News scoops spell disaster for intelligence.
It’s an idea I’ve read here and there in comments sections of blogs and forums, but now AJ Strata is wondering if a class-action law suit against the leaking press, by the American public which is left vulnerable through their folly, is not a doable idea.
Are we to expect every day for the foreseeable future political partisans (and let’s be honest here, that is what is motivating these ‘whistleblowers’ – they want democrats in power) will be slowly dismantling our protection mechanisms as they leak to the press?
AJ points out that articles like this point to no illegal “wrongdoing” by the government and therefore cannot be considered “whistleblowing.”

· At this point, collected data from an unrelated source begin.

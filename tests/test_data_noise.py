"""Synthetic noise and PSD models: reproducibility, PSD convention, no edge artefacts."""

from __future__ import annotations

import numpy as np
import pytest

from ringsearch.data.noise import (
    design_psd,
    flat_psd,
    gaussian_noise,
    interpolate_psd,
    psd_from_file,
)
from ringsearch.errors import InputError
from ringsearch.physics.units import C_SI, MPC_M, MSUN_S


def test_same_seed_same_bytes_and_generator_equivalence():
    a = gaussian_noise("design", 4.0, 2048, 11, gps_start=5.0, detector="L1")
    b = gaussian_noise("design", 4.0, 2048, 11, gps_start=5.0, detector="L1")
    c = gaussian_noise("design", 4.0, 2048, 12, gps_start=5.0, detector="L1")
    d = gaussian_noise("design", 4.0, 2048, np.random.default_rng(11), gps_start=5.0,
                       detector="L1")
    assert a.value.tobytes() == b.value.tobytes()
    assert a.value.tobytes() == d.value.tobytes()
    assert a.value.tobytes() != c.value.tobytes()
    assert a.name == "L1" and str(a.channel) == "L1:STRAIN"
    assert float(a.t0.value) == 5.0 and a.size == 8192 and float(a.sample_rate.value) == 2048


def test_flat_psd_gives_the_variance_of_the_one_sided_convention():
    # One-sided PSD S of white noise sampled at fs has variance S * fs / 2 (Parseval).
    # With S = 2/fs the samples are N(0, 1): 2**18 samples give a variance within
    # 5 standard errors (sqrt(2/n) = 0.0028) of 1; false-failure probability ~6e-7.
    fs = 1024.0
    x = gaussian_noise(flat_psd([0.0, fs / 2], 2.0 / fs), 256.0, fs, 3).value
    assert abs(np.var(x) - 1.0) < 5 * np.sqrt(2.0 / x.size)
    # Samples of white noise are uncorrelated (lag-1 correlation ~ N(0, 1/n)), 5 sigma.
    assert abs(np.corrcoef(x[:-1], x[1:])[0, 1]) < 5 / np.sqrt(x.size)


def test_no_circular_wrap_between_last_and_first_sample():
    # A frequency-domain draw of length N is periodic: its last sample runs smoothly
    # into its first, so for strongly coloured noise corr(x[-1], x[0]) would be as
    # high as between neighbours.  Our noise is a linear (not circular) filtering,
    # so across 200 realisations the correlation is N(0, 1/sqrt(200)); |c| < 0.35 is
    # a 5-sigma bound (false-failure probability ~6e-7).
    first, last, second = [], [], []
    rng = np.random.default_rng(2024)
    for _ in range(200):
        x = gaussian_noise("design", 1.0, 256, rng, filter_duration=2.0).value
        first.append(x[0])
        second.append(x[1])
        last.append(x[-1])
    assert abs(np.corrcoef(first, last)[0, 1]) < 0.35
    assert np.corrcoef(first, second)[0, 1] > 0.9  # neighbours are strongly correlated


def test_design_curve_matches_published_formula_and_binary_neutron_star_range():
    # Ajith (2011) PRD 84, 084037 eq. 4.7 at x = 1 (f = 245.4 Hz):
    # S = 1e-49 (1 - 5 + 111 * 0.5 / 1.5) = 3.3e-48 /Hz.   # from memory
    assert design_psd([245.4]).value[0] == pytest.approx(3.3e-48, rel=1e-12)
    # Physical check: the sky-averaged range for a 1.4+1.4 Msun binary neutron star
    # (SNR 8 horizon with the inspiral amplitude |h(f)| ~ f^-7/6, divided by 2.264;
    # Finn & Chernoff 1993, PRD 47, 2198) of the Advanced LIGO design is about
    # 200 Mpc (Abbott et al. 2018, Living Rev. Rel. 21, 3).   # from memory
    f = np.arange(10.0, 1570.0, 0.05)
    s = design_psd(f).value
    mc = (1.4 * 1.4) ** 0.6 / 2.8**0.2 * MSUN_S
    amp2 = (5 / 24) * np.pi ** (-4 / 3) * (C_SI / MPC_M) ** 2 * mc ** (5 / 3)
    rho_at_1mpc = np.sqrt(4 * amp2 * np.sum(f ** (-7 / 3) / s) * 0.05)
    bns_range = rho_at_1mpc / 8 / 2.264
    assert 150 < bns_range < 250
    # Below the 10 Hz lower limit of the fit the curve is held, not divergent.
    assert design_psd([0.0, 5.0]).value.tolist() == [design_psd([10.0]).value[0]] * 2


def test_psd_from_file_reads_asd_and_psd(tmp_path):
    asd = tmp_path / "asd.txt"
    asd.write_text("# f asd\n10 1e-22\n100 4e-24\n1000 1e-23\n")
    p = psd_from_file(asd)
    assert np.allclose(p.value, [1e-44, 1.6e-47, 1e-46], rtol=1e-12)
    psd = tmp_path / "psd.txt"
    psd.write_text("10 1e-44\n100 1.6e-47\n1000 1e-46\n")
    assert np.allclose(psd_from_file(psd).value, p.value, rtol=1e-12)
    assert np.allclose(psd_from_file(psd, asd=False).value, p.value, rtol=1e-12)
    # Log-log interpolation is exact for a power law, and holds the edges.
    grid = interpolate_psd(p, [5.0, 10.0, 2000.0])
    assert np.allclose(grid, [1e-44, 1e-44, 1e-46], rtol=1e-12)


@pytest.mark.parametrize("content, match", [
    ("10 1e-22\n", "two columns"),
    ("10 1e-22 3\n20 1e-22 3\n", "two columns"),
    ("20 1e-22\n10 1e-22\n", "increasing"),
    ("10 -1e-22\n20 1e-22\n", "<= 0"),
    ("ten eleven\n", "not a text table"),
])
def test_psd_file_bad_input(tmp_path, content, match):
    path = tmp_path / "bad.txt"
    path.write_text(content)
    with pytest.raises(InputError, match=match):
        psd_from_file(path)


def test_noise_bad_input():
    with pytest.raises(InputError, match="duration"):
        gaussian_noise("design", -1.0, 4096, 1)
    with pytest.raises(InputError, match="whole number of samples"):
        gaussian_noise("design", 1.00001, 4096, 1)
    with pytest.raises(InputError, match="sample_rate"):
        gaussian_noise("design", 1.0, 0.0, 1)
    with pytest.raises(InputError, match="seed"):
        gaussian_noise("design", 1.0, 4096, -3)
    with pytest.raises(InputError, match="rng_or_seed"):
        gaussian_noise("design", 1.0, 4096, "abc")
    with pytest.raises(InputError, match="detector"):
        gaussian_noise("design", 1.0, 4096, 1, detector="Hanford")
    with pytest.raises(InputError, match="PSD file"):
        gaussian_noise("no_such_psd.txt", 1.0, 4096, 1)
    with pytest.raises(InputError, match="level"):
        flat_psd([1.0], level=0.0)
    # regressions: a NaN or negative start time used to pass silently, an absurd length
    # ended in a MemoryError, and an empty PSD name was reported as the folder "."
    for bad in (float("nan"), -1.0, 1e20):
        with pytest.raises(InputError, match="gps_start"):
            gaussian_noise("design", 1.0, 4096, 1, gps_start=bad)
    with pytest.raises(InputError, match="samples"):
        gaussian_noise("design", 1e9, 4096, 1)
    with pytest.raises(InputError, match="empty"):
        gaussian_noise("", 1.0, 4096, 1)
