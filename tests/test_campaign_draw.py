"""Draws and placement: seeded, isotropic, spaced, away from avoided windows."""

from __future__ import annotations

import copy

import numpy as np
import pytest
from scipy import stats
from test_campaign_spec import BASE

from ringsearch.campaign.draw import data_chunks, plan_campaign, sample
from ringsearch.campaign.spec import spec_from_dict
from ringsearch.errors import InputError


def make(**changes):
    raw = copy.deepcopy(BASE)
    for path, value in changes.items():
        *parents, last = path.split("__")
        node = raw
        for p in parents:
            node = node[p]
        node[last] = value
    return spec_from_dict(raw)


def test_plan_is_reproducible_and_spaced():
    spec = make(injections__count=400)
    chunks_a, inj_a = plan_campaign(spec)
    chunks_b, inj_b = plan_campaign(spec)
    assert inj_a.equals(inj_b) and chunks_a.equals(chunks_b)
    assert len(inj_a) == 400 and chunks_a["n_injections"].sum() == 400
    t = np.sort(inj_a["gps"].to_numpy())
    assert np.diff(t).min() >= spec.injections["spacing_s"] - 1e-9
    # every injection inside its chunk, away from the padded edges
    merged = inj_a.merge(chunks_a, on="chunk")
    pad = spec.data["pad_s"]
    assert ((merged["gps"] >= merged["gps_start"] + pad)
            & (merged["gps"] <= merged["gps_end"] - pad)).all()
    # balanced overtone counts
    assert set(inj_a["injected_overtones"].value_counts()) == {200}


def test_isotropic_angles_follow_their_distributions():
    # Kolmogorov-Smirnov at alpha = 1e-4 per test, four tests: false failure < 4e-4.
    spec = make(injections__count=3000, data__duration_s=16 * 500)
    _, inj = plan_campaign(spec)
    assert stats.kstest(np.sin(inj["dec"]), "uniform", args=(-1, 2)).pvalue > 1e-4
    assert stats.kstest(np.cos(inj["inclination"]), "uniform", args=(-1, 2)).pvalue > 1e-4
    assert stats.kstest(inj["ra"], "uniform", args=(0, 2 * np.pi)).pvalue > 1e-4
    assert stats.kstest(inj["polarization"], "uniform", args=(0, np.pi)).pvalue > 1e-4


def test_powerlaw_index_two_is_uniform_in_volume():
    # x^3 is uniform on [lo^3, hi^3] when p(x) ~ x^2; KS false failure 1e-4.
    x = sample({"dist": "powerlaw", "low": 100.0, "high": 500.0, "index": 2.0},
               np.random.default_rng(3), 5000)
    assert stats.kstest(x**3, "uniform", args=(100.0**3, 500.0**3 - 100.0**3)).pvalue > 1e-4


def test_avoided_window_gets_no_injection():
    window = [1.3e9 + 20.0, 1.3e9 + 26.0]
    spec = make(injections__count=50, data__avoid=[window], data__duration_s=16 * 10)
    _, inj = plan_campaign(spec)
    spacing = spec.injections["spacing_s"]
    assert not ((inj["gps"] > window[0] - spacing / 2)
                & (inj["gps"] < window[1] + spacing / 2)).any()


def test_too_many_injections_for_the_data():
    spec = make(injections__count=500, data__duration_s=160.0)
    with pytest.raises(InputError, match="injections.count"):
        plan_campaign(spec)


def test_file_data_reuse_and_segments():
    raw = copy.deepcopy(BASE)
    raw["data"] = {"source": "synthetic", "detectors": ["H1", "L1"], "chunk_s": 16, "pad_s": 2.0}
    spec = spec_from_dict(raw)
    # emulate file data by swapping the source after validation
    spec.config["data"].update({"source": "files", "reuse": 3, "gps_start": None,
                                "gps_end": None})
    segs = [[(0.0, 32.0)], [(4.0, 40.0)]]
    stretches = data_chunks(spec, segs)
    assert stretches["gps_start"].min() == 4.0 and stretches["gps_end"].max() == 32.0
    chunks, inj = plan_campaign(spec, segs)
    assert chunks["round"].max() <= 2 and len(inj) == 20


# ------------------------------------------------------------- listed injections


def listed_spec(tmp_path, times, **data):
    from test_campaign_spec import listed, write_list

    write_list(tmp_path, times)
    raw = listed()
    raw["data"].update(data)
    return spec_from_dict(raw, base=tmp_path)


def test_listed_plan_on_synthetic_data_lays_chunks_around_the_rows(tmp_path):
    from ringsearch.data.injections import check_injection_table

    t0 = 1.3e9
    spec = listed_spec(tmp_path, [9.0, 5.0, 30.0, 44.5, 50.5])  # chunk_s 16, pad_s 2
    chunks, inj = plan_campaign(spec)
    assert inj["injection_id"].tolist() == [0, 1, 2, 3, 4]
    # a chunk starts pad_s before the first row it covers; 44.5 needs a chunk overlapping
    # the one of 30 (which ends at 44), and 50.5 fits in that second one
    assert (chunks["gps_start"] - t0).tolist() == [3.0, 28.0, 42.5]
    assert chunks["n_injections"].tolist() == [2, 1, 2]
    assert inj["chunk"].tolist() == [0, 0, 1, 2, 2]
    merged = inj.merge(chunks, on="chunk")
    assert ((merged["gps"] >= merged["gps_start"] + 2.0)
            & (merged["gps"] <= merged["gps_end"] - 2.0)).all()
    # the same columns as a drawn plan of the same kind, and both pass the schema check
    drawn = plan_campaign(make(injections__count=5))[1]
    assert inj.columns.tolist() == drawn.columns.tolist()
    assert (inj.dtypes == drawn.dtypes).all()
    for table in (inj, drawn):
        check_injection_table(table.drop(columns="chunk"))
    a, b = plan_campaign(spec)
    assert a.equals(chunks) and b.equals(inj)


def test_listed_plan_on_file_data_uses_the_segments(tmp_path):
    t0 = 1.3e9
    spec = listed_spec(tmp_path, [5.0, 9.0, 24.0])
    spec.config["data"].update({"source": "files", "gps_start": None, "gps_end": None})
    segs = [[(t0, t0 + 40.0)], [(t0 + 1.0, t0 + 40.0)]]   # 39 s: two stretches of 19.5 s
    chunks, inj = plan_campaign(spec, segs)
    # recorded data: each stretch is also searched once without injections (the
    # background of the default at-times search), whatever the rounds that reuse it
    bg = chunks[chunks["kind"] == "background"]
    assert (bg["gps_start"] - t0).tolist() == [1.0, 20.5] and (bg["n_injections"] == 0).all()
    chunks = chunks[chunks["kind"] == "injections"]
    assert (chunks["gps_start"] - t0).tolist() == [1.0, 20.5]
    assert len(chunks) == 2 and chunks["round"].tolist() == [0, 0]
    assert inj["chunk"].tolist() == [0, 0, 1]
    # a row that only one detector's data hold lies in no chunk
    with pytest.raises(InputError, match="listed injection 0 at GPS 1300000005.000000"):
        plan_campaign(spec, [[(t0, t0 + 32.0)], [(t0 + 6.0, t0 + 40.0)]])


@pytest.mark.parametrize("times, data, words", [
    ([5.0, 6.5], {}, ["listed injections 0 and 1", "injections.spacing_s"]),
    ([5.0, 22.0], {"avoid": [[1.3e9 + 20.0, 1.3e9 + 21.5]]},
     ["listed injection 1", "data.avoid"]),
])
def test_listed_plan_refusals(tmp_path, times, data, words):
    spec = listed_spec(tmp_path, times, **data)
    with pytest.raises(InputError) as err:
        plan_campaign(spec)
    message = str(err.value)
    assert message.endswith(".") and ". " not in message
    for w in words:
        assert w in message


def test_listed_plan_refuses_a_list_changed_after_the_spec(tmp_path):
    from test_campaign_spec import write_list

    spec = listed_spec(tmp_path, [5.0, 9.0])
    write_list(tmp_path, [5.0, 10.0])
    with pytest.raises(InputError, match="changed after campaign"):
        plan_campaign(spec)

First off, this report makes no claims any of this is illegal or unwarranted. It is simply a data dump to our enemies and their leftwing apologists who want to extend civil rights to terrorists, even it if means the terrorists’ plans succeed in killing lots of Americans.
Read it all, including the update. AJ is considering all the ways Al Qaeda has been helped by these leaks, and all the ways we’ve been hurt. Let AJ know what you think about it.
As Ed Morrissey pointed out here, the goverment seems to have taken great pains to insure that everything they’ve done has been done within the bounds of the law, and with the consultation of members of congress.
Others writing – very thoughtfully – about the press and what is both within the NY Times (which more and more is coming to resemble a teeming snakepit lashing out without regard even for its own safety) and alive within the fourth estate itself: bitterness, paranoia and recklessness:
Kobayashi Maru, who notes that free speech does not mean one is guaranteed an audience and who also writes:
Which leads to two concerns I have about the First Amendment – neither of which I worry about in the least under this president. I am concerned that Hillary Clinton or some other similarly Nixonian personality on the ropes will get so frustrated at a sustained onslaught of criticism from all directions that they ham-handedly attempt to shut down the blogosphere or, (as the UN has already attempted to do), put control of the Internet into the hands of the devil’s band of rogues, fools and despots that seem to run everything else over there. Since the Democrats are – of their own making – the ones on the ropes at the moment, my primary concern is there. Should the tables turn, that concern would shift. I don’t see it anytime soon.
It is kind of odd that the press and many on the left seem to want to push the idea that President Bush is out to take away civil liberties…could it be projection? After all, it was Hillary Clinton, not George W. Bush who has suggested that the internet will require regulating (and no wonder she feels that way!) It is the UN, not George W. Bush, which would like to “control” the internet and the flow of information. The press seems to be projecting the thoughts and ideas of others onto their arch-enemy, George W. Bush.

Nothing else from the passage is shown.